When I need a break from reading I do a little writing, tucked into the back of the campervan with curtains down and laptop screen glowing in the darkness. It’s bad for my back but great for my creativity. I write first drafts of a couple of short stories, I write out an outline for the rest of the year, I write this piece.

After the Daintree I head south. I’m now 22 hours away from where I’m meant to be, with only four days to cover the distance. The first day I do a wild dash, eight hours straight with stops at Port Douglas for a swim, Cairns for a coffee, Townsville for an op-shop and then find myself a berth at the Vincent ‘Bushy Parker’ Park. At this stage it starts to rain, a really heavy downpour that drenches the eight hours of sugar cane I drive through.

I keep myself entertained by listening to The National, Boygenius, The Tallest Man on Earth, Boogie Belgique. With each new album I listen to, I dream up a new project I’d like to start. By the end of that first long drive I want a rock band, a folk supergroup, a downtempo dance music project. I’m good at thinking up ideas, all I need is more time!

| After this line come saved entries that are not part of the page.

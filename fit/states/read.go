package states

import (
	"errors"
	"fmt"
	"io"
	"math"
	"sort"
	"strings"

	"github.com/BurntSushi/toml"

	"bandwright/fit/species"
	"bandwright/internal/failure"
	"bandwright/internal/textcheck"
)

// File is an electronic-states file: the electronic states of a molecule,
// for the fit (which states the levels of the lines belong to, and starting
// values of their constants) and for the thermo stage (the states that enter
// the partition function and, optionally, the dissociation energy that bounds
// the level sum). One file serves every stage. It is read from TOML:
//
//	species = "16O16O"
//	dissociation_energy = 41260.0     # D0 in cm-1 above the lowest level, optional
//	dissociation_energy_sigma = 10.0  # its 1σ, cm-1, optional
//	[[state]]
//	label = "X"                       # no spaces or : [ ] = , (line lists and parameter names use it)
//	term_energy = 0.0                 # cm-1
//	spin_multiplicity = 3             # 2S+1
//	lambda = 0                        # |Λ|: 0 Σ, 1 Π, 2 Δ
//	symmetry = "g-"                   # Σ: + or - (g+, g-, u+, u- when homonuclear); homonuclear Λ>0: g or u
//	constants = "excited.json"        # optional constants record of this state (thermo)
//	omega_e = 1580.2                  # ω_e, cm-1, optional: for records without vibrational levels
//	omega_e_sigma = 0.5               # its 1σ, cm-1, optional
//	omega_e_x_e = 11.98               # ω_e x_e, cm-1, optional (needs omega_e): replaces the anharmonicity prior
//	omega_e_x_e_sigma = 0.05          # its 1σ, cm-1, optional
//	fine_structure_width = 4.0        # spread of the spin components of a level, cm-1, optional
//	products_energy = 0.0             # energy of the state's dissociation products above the ground state's, cm-1, optional
//	[state.start]                     # optional starting values of a fit, cm-1
//	B = 1.4377
//	lambda = 1.98
//
// term_energy is the energy of the state's model zero above the ground state's
// model zero (T_e between potential minima for Dunham models, the separation of
// the lowest vibrational levels for term-values models). Exactly one state has
// term_energy 0: the ground state, whose constants are the record given to the
// thermo stage. A state without constants is the ground-state manifold shifted by
// term_energy. Paths are relative to the file. The keys of [state.start] are
// the constants of the state's case (T, B, D, H, L, A, A_D, A_H, gamma,
// gamma_D, gamma_H, lambda, lambda_D, lambda_H, p, q, p_D, q_D, p_H, q_H; see
// package model).
//
// omega_e (with omega_e_sigma) gives the vibrational frequency of a state whose
// constants record has a single vibrational level (a pure-rotation fit): the
// levels v ≥ 1 are then extrapolated from it (see the package doc of thermo,
// Uncertainty budget). omega_e_x_e (with omega_e_x_e_sigma) gives the
// anharmonicity of those levels, x_e = omega_e_x_e/omega_e, in place of the
// prior that spans the ground states of diatomic molecules; it needs omega_e
// in the same state and lies below omega_e/2 (else G(v) would fall from v =
// 0). fine_structure_width is the spread of the 2S+1 spin
// components (or the spin–orbit components) of one rotational level, which the
// thermo stage does not resolve: about 2|λ| for a ³Σ state, |A| for a ²Π
// state; it sizes the fine-structure entry of the uncertainty budget.
// products_energy places the state's dissociation asymptote at D0 +
// products_energy above the lowest level (default: the ground state's
// asymptote).
type File struct {
	// Name is the file the states were read from (for messages).
	Name    string
	Species string
	// DissociationEnergy is D0 in cm⁻¹ above the lowest level; 0 when not given.
	DissociationEnergy float64
	// DissociationSigma is the 1σ of D0, cm⁻¹; 0 when not given.
	DissociationSigma float64
	// States are the states in the order of the file.
	States []State
	// Start are the starting values of [state.start], state by state in
	// file order, names sorted.
	Start     []Start
	speciesAt string // "name:line" of the species key, for messages
}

The next day is a brutal nine hour drive to Mackay, past a couple of army bases. I’m a little worried by the signs on the freeway saying ‘Slow Moving Vehicles Carrying Explosives’, particularly when the traffic on the freeway completely stops for an hour. A line of truckers and grey nomads all get out of their vehicles and stand in the rain staring down the road.

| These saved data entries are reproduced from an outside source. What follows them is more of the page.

/// A non-zero vector of the right null space of `rows` (exact), if any.
fn null_vector(rows: &[Vec<BigRational>], n: usize) -> Option<Vec<BigRational>> {
    let mut a: Vec<Vec<BigRational>> = rows.to_vec();
    let mut pivots: Vec<usize> = Vec::new();
    let mut rk = 0;
    for col in 0..n {
        let Some(p) = (rk..a.len()).find(|&i| !a[i][col].is_zero()) else {
            continue;
        };
        a.swap(rk, p);
        let piv = a[rk][col].clone();
        for c in 0..n {
            let v = &a[rk][c] / &piv;
            a[rk][c] = v;
        }
        for i in 0..a.len() {
            if i != rk && !a[i][col].is_zero() {
                let f = a[i][col].clone();
                for c in 0..n {
                    let v = &a[rk][c] * &f;
                    a[i][c] -= v;
                }
            }
        }
        pivots.push(col);
        rk += 1;
    }
    let free_col = (0..n).find(|c| !pivots.contains(c))?;
    let mut v = vec![BigRational::zero(); n];
    v[free_col] = BigRational::one();
    for (row, &pc) in pivots.iter().enumerate() {
        v[pc] = -a[row][free_col].clone();
    }
    Some(v)
}

/// Candidate weight vectors (over `q` basis bundles) that vanish on `q - 1`
/// of the given columns: vertices of the cone of admissible combinations.
/// Enumerates at most `cap` column subsets.
fn vertex_combinations(cols: &[Vec<BigRational>], q: usize, cap: usize) -> Vec<Vec<BigInt>> {
    let nz: Vec<&Vec<BigRational>> = cols
        .iter()
        .filter(|c| c.iter().any(|v| !v.is_zero()))
        .collect();
    let mut out = Vec::new();
    if q == 0 {
        return out;
    }
    let k = q - 1;
    if nz.len() < k {
        return out;
    }
    let mut idx: Vec<usize> = (0..k).collect();
    let mut count = 0;
    loop {
        let rows: Vec<Vec<BigRational>> = idx.iter().map(|&i| nz[i].clone()).collect();
        if let Some(ints) = null_vector(&rows, q).and_then(|v| primitive_integers(&v)) {
            out.push(ints.iter().map(|x| -x).collect());
            out.push(ints);
        }
        count += 1;
        if count >= cap {
            break;
        }
        // next combination
        let mut i = k;
        loop {
            if i == 0 {
                return out;
            }
            i -= 1;
            if idx[i] < nz.len() - k + i {
                idx[i] += 1;
                for j in i + 1..k {
                    idx[j] = idx[j - 1] + 1;
                }
                break;
            }
        }
        if k == 0 {
            break;
        }
    }
    out
}

enum Verdict {
    Done(SlopeZero),
    Candidates(Vec<Vec<f64>>),
}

When traffic finally starts moving there’s a camouflaged truck tipped onto its side. I speed past with the hope this isn’t one of the explosive ones.

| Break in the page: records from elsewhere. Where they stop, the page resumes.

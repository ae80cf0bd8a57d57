//! Closed intervals `[lo, hi]` with exact `BigRational` end points.
//!
//! Invariant: every `Interval` value satisfies `lo <= hi`; all operations
//! return enclosures that contain every value the operation can take on its
//! arguments (inclusion isotonicity), with no rounding at all, because the
//! end points are exact rationals. These intervals are used to decide
//! yes/no questions (Krawczyk containment, sign exclusion), so no floating
//! point value ever enters them.

use num_rational::BigRational;
use num_traits::{Signed, Zero};
use serde::{Serialize, Serializer};
use std::fmt;

/// A closed rational interval `[lo, hi]` with `lo <= hi`.
///
/// Cost: every operation is a constant number of `BigRational` operations.
#[derive(Clone, Debug, PartialEq, Eq)]
pub struct Interval {
    lo: BigRational,
    hi: BigRational,
}

impl Interval {
    /// Builds `[lo, hi]`; returns `None` when `lo > hi`.
    pub fn new(lo: BigRational, hi: BigRational) -> Option<Interval> {
        if lo <= hi {
            Some(Interval { lo, hi })
        } else {
            None
        }
    }

    /// The degenerate interval `[x, x]`.
    pub fn point(x: BigRational) -> Interval {
        Interval {
            lo: x.clone(),
            hi: x,
        }
    }

    /// Lower end point.
    pub fn lo(&self) -> &BigRational {
        &self.lo
    }

    /// Upper end point.
    pub fn hi(&self) -> &BigRational {
        &self.hi
    }

    /// Width `hi - lo` (exact, non-negative).
    pub fn width(&self) -> BigRational {
        &self.hi - &self.lo
    }

    /// Midpoint `(lo + hi) / 2` (exact).
    pub fn mid(&self) -> BigRational {
        (&self.lo + &self.hi) / BigRational::from_integer(2.into())
    }

    /// `[lo+o.lo, hi+o.hi]`.
    pub fn add(&self, o: &Interval) -> Interval {
        Interval {
            lo: &self.lo + &o.lo,
            hi: &self.hi + &o.hi,
        }
    }

    /// `[lo-o.hi, hi-o.lo]`.
    pub fn sub(&self, o: &Interval) -> Interval {
        Interval {
            lo: &self.lo - &o.hi,
            hi: &self.hi - &o.lo,
        }
    }

    /// Product: min and max of the four end-point products.
    pub fn mul(&self, o: &Interval) -> Interval {
        let p = [
            &self.lo * &o.lo,
            &self.lo * &o.hi,
            &self.hi * &o.lo,
            &self.hi * &o.hi,
        ];
        let mut lo = p[0].clone();
        let mut hi = p[0].clone();
        for v in &p[1..] {
            if *v < lo {
                lo = v.clone();
            }
            if *v > hi {
                hi = v.clone();
            }
        }
        Interval { lo, hi }
    }

    /// Multiplication by an exact scalar `c` (end points swap when `c < 0`).
    pub fn scale(&self, c: &BigRational) -> Interval {
        let a = &self.lo * c;
        let b = &self.hi * c;
        if c.is_negative() {
            Interval { lo: b, hi: a }
        } else {
            Interval { lo: a, hi: b }
        }
    }

    /// True when `self` lies in the open interior of `o`: `o.lo < lo` and `hi < o.hi`.
    pub fn strictly_inside(&self, o: &Interval) -> bool {
        o.lo < self.lo && self.hi < o.hi
    }

    /// True when `o` is a subset of `self`.
    pub fn contains_interval(&self, o: &Interval) -> bool {
        self.lo <= o.lo && o.hi <= self.hi
    }

    /// True when `0` is in `[lo, hi]`.
    pub fn contains_zero(&self) -> bool {
        !self.lo.is_positive() && !self.hi.is_negative()
    }

    /// Zero interval `[0, 0]`.
    pub fn zero() -> Interval {
        Interval::point(BigRational::zero())
    }
}

impl fmt::Display for Interval {
    fn fmt(&self, f: &mut fmt::Formatter<'_>) -> fmt::Result {
        write!(f, "[{}, {}]", self.lo, self.hi)
    }
}

/// Serialised as a two-element array of rational strings: `["lo","hi"]`.
impl Serialize for Interval {
    fn serialize<S: Serializer>(&self, s: S) -> Result<S::Ok, S::Error> {
        [self.lo.to_string(), self.hi.to_string()].serialize(s)
    }
}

I stop at Airlie Beach for a swim but its positively bucketing down at this point, so I eat a tuna sandwich in the back of the van and watch the sea for a bit through the back window. Therapeutic.

I stay overnight at a caravan site with warm showers. Delightful, except they’re attached to a button on the wall that gives you two minutes of water, then makes you wait five minutes before you can press it again. Diabolical. There’s no warning the water is about to stop, no slow to a trickle, just instantaneous cut off. I stand soapy in the cold for five minutes, feeling clean but disappointed.

The last day is a short one. I’ve managed to make up all the time so I only have two hours of driving left to do. My Brisbane flight home is at 1, delayed to 2, delayed to 3.30. The weather has completely turned and it’s a beautiful 27 and sunny again.  I stop for a little morning swim on the Sunshine Coast, buy some cute earrings at an op-shop, eat the last of my Weetbix and drop the campervan off. I’m feeling inspired and energised and ready to get back to it. Would I do it again? Probably, but I would I give myself a little more time to explore.